Disonancias, 2
Hace poco más de una semana el crucero Costa Concordia se hundió al chocar con unos arrecifes próximos a la isla italiana de Giglio. Hace muy pocos días, una patera sin nombre, procedente del norte de África, se hundió al chocar con unos arrecifes próximos a la isla española de Alborán.
La historia recoge con precisión el naufragio de cruceros de lujo y trasatlánticos a lo largo del siglo XX. Dentro de tres meses escasos se cumplirá el centenario del trágico hundimiento del Titanic, que el cine ya magnificó hace unos años a través de la película de James Cameron. Algo más antiguo es el naufragio de la nave Sirio, frente al cabo de Palos, que guarda cierta similitud con el del Costa Concordia, por cuanto el capitán y los oficiales fueron los primeros en ponerse a salvo abandonando al pasaje constituido en su mayor parte por emigrantes italianos que se dirigían a Argentina, Uruguay y Brasil. Ocurrió en 1906. También el cantante Francesco de Gregori inmortalizó la tragedia con una canción nostálgica que ha pasado al acervo popular. 50 años después, el trasatlántico italiano Andrea Doria sufrió la embestida de otro buque sueco cuando se acercaba al puerto de Nueva York. En el primero y en el último de los casos referidos, los muertos y desaparecidos fueron y han sido relativamente pocos en relación al total del pasaje. Sin embargo, en el accidente de la nave Sirio fallecieron aproximadamente un tercio de los viajeros, que alcanzaban casi el millar, gente humilde que no se desplazaba por placer sino por necesidad, en busca de una vida mejor.

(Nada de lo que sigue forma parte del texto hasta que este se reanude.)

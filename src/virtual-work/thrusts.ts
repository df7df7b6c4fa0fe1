// Thrusts that nothing flexible determines: axially stiff members between held points. They are the limit of equal large
// axial stiffness, for which the complementary energy, and so Σ∫N² dx over the axially stiff legs, is least.
import { cholesky, solveCholesky } from './cholesky.ts';
import type { ForceState } from './primary.ts';
import type { Statics } from './statics.ts';
import { addState, type UnitState } from './unit-states.ts';

/** The state with each of the undetermined states in it as much as makes Σ∫N² dx least. */
export function withLeastThrusts(statics: Statics, state: ForceState, undetermined: readonly UnitState[]): ForceState {
  if (undetermined.length === 0) return state;
  const matrix = new Float64Array((undetermined.length * (undetermined.length + 1)) / 2);
  const factors = new Float64Array(undetermined.length);
  let at = 0;
  for (const [row, one] of undetermined.entries()) {
    const dense = new Float64Array(statics.unknownCount);
    addState(one, 1, dense);
    for (let column = 0; column <= row; column++) matrix[at++] = axialWork(statics, undetermined[column]!, dense);
    factors[row] = -axialWork(statics, one, state.unknowns);
    for (const [leg, span] of state.spans) {
      if (statics.legs[leg]!.axialFlexibility === 0) factors[row]! -= dense[3 * leg]! * span.axialIntegral;
    }
  }
  solveCholesky(cholesky(matrix, undetermined.length), factors);
  const unknowns = state.unknowns.slice();
  for (const [index, one] of undetermined.entries()) addState(one, factors[index]!, unknowns);
  return { ...state, unknowns };
}

/** Σ N n L over the axially stiff legs. */
function axialWork({ legs, firstReaction }: Statics, { unknowns, forces }: UnitState, other: Float64Array): number {
  let work = 0;
  for (let index = 0; index < unknowns.length; index++) {
    const unknown = unknowns[index]!;
    if (unknown >= firstReaction || unknown % 3 !== 0) continue;
    const leg = legs[unknown / 3]!;
    if (leg.axialFlexibility === 0) work += forces[index]! * other[unknown]! * leg.length;
  }
  return work;
}
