// A note as an editor has it open. The mark ¦ in the text is the cursor, and no part of the note.
import type { Hover, Position } from 'vscode-languageserver';
import { TextDocument } from 'vscode-languageserver-textdocument';
import { evaluateNote } from '../../src/note/evaluate.ts';
import type { HoverOptions } from '../../src/server/hover/hover.ts';
import { hover } from '../../src/server/hover/hover.ts';
import type { OpenNote } from '../../src/server/open-note.ts';

export interface Opened {
  readonly note: OpenNote;
  readonly position: Position;
}

export function open(marked: string): Opened {
  const cursor = marked.indexOf('¦');
  const text = marked.replace('¦', '');
  const document = TextDocument.create('file:///note.md', 'markdown', 1, text);
  const position = document.positionAt(Math.max(cursor, 0));
  return { note: { document, result: evaluateNote(text, { path: 'note.md' }) }, position };
}

/** Statements in a fence. */
export function fenced(statements: string): string {
  return `\`\`\`tautline\n${statements}\n\`\`\`\n`;
}

/** What a hover at the cursor says, as plain lines; none where there is no hover. */
export function hoverLines(
  marked: string,
  options: HoverOptions = { format: 'plaintext', drawings: undefined },
): string[] {
  const { note, position } = open(marked);
  return linesOf(hover(note, position, options));
}

function linesOf(shown: Hover | undefined): string[] {
  if (shown === undefined) return [];
  const { contents } = shown;
  if (typeof contents !== 'object' || !('value' in contents)) throw new Error('a hover of an old kind');
  return contents.value.split('\n');
}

Una constante en la historia de la humanidad es que los más humildes no tienen historia. Nadie sabe con exactitud cuántas pateras o cayucos han naufragado a lo largo de los últimos años, ni el número de víctimas que este rudimentario sistema de navegación ha causado. Cálculos superficiales estiman en decenas de miles los ahogados en el Mediterráneo al tratar de alcanzar las costas europeas durante el siglo XXI.
La Asociación Pro Derechos Humanos de Andalucía estima que en 2009, al menos 200 inmigrantes perdieron la vida en el mar tratando de alcanzar las costas españolas, la cifra más baja de los últimos ocho años, ya que sólo en 2007 se documentaron 921 muertes. Se documentaron, lo cual significa que no entran en el cómputo aquellos desafortunados de los que no quedó rastro alguno porque no estaban registrados en el punto de partida y nadie pudo o quiso reclamar su desaparición.
Toda muerte por accidente es lamentable, sea en tierra, mar o aire. Las dos recientes tragedias marítimas señaladas al comienzo suponen para ciertas personas un aldabonazo en la conciencia al comparar el estilo de vida tan distinto en lugares tan próximos entre personas que teóricamente tienen los mismos derechos como seres humanos. Es innegable que cualquier ciudadano puede dedicar su dinero a excursiones de lujo y a divertirse o descansar a bordo de un crucero. Esta fórmula de turismo está hoy de moda y los expertos la señalan como ventajosa, porque entre otras cosas los precios han disminuido al ser mayor la oferta que la demanda.
En el complacido mundo occidental, la noticia de la desgracia permanente que supone tener que emigrar en las condiciones precarias y ciertamente irregulares que utilizan los africanos ha llegado a considerarse como inevitable. Se lamenta la situación, pero sigue uno con su marcha considerando que no está a su alcance remediarla. Es cómodo mirar hacia otro lado, es incluso necesario porque detenerse en el pensamiento estremece las fibras sensibles del espíritu y hasta puede provocar cierto sentimiento de culpa. Una culpa colectiva, una responsabilidad social a la que los gobiernos de una y otra parte no consiguen dar salida. Un problema que nadie logra solucionar. Los regímenes políticos africanos, en buena medida corruptos y autoritarios, nadan y guardan la ropa en este mar tempestuoso que se traga anualmente a muchos de sus conciudadanos. Los países teóricamente desarrollados de la cuenca mediterránea lamentan la situación, establecen pequeñas estructuras de alivio en sus costas y se confiesan impotentes para erradicar el mal.
Al ciudadano privilegiado que emprende un crucero, ¿no le produce cierto estremecimiento pensar que seres humanos parecidos a él –salvo en la fortuna y derivados– corren un riesgo de muerte diez mil veces superior al que puede darse en su gozosa excursión?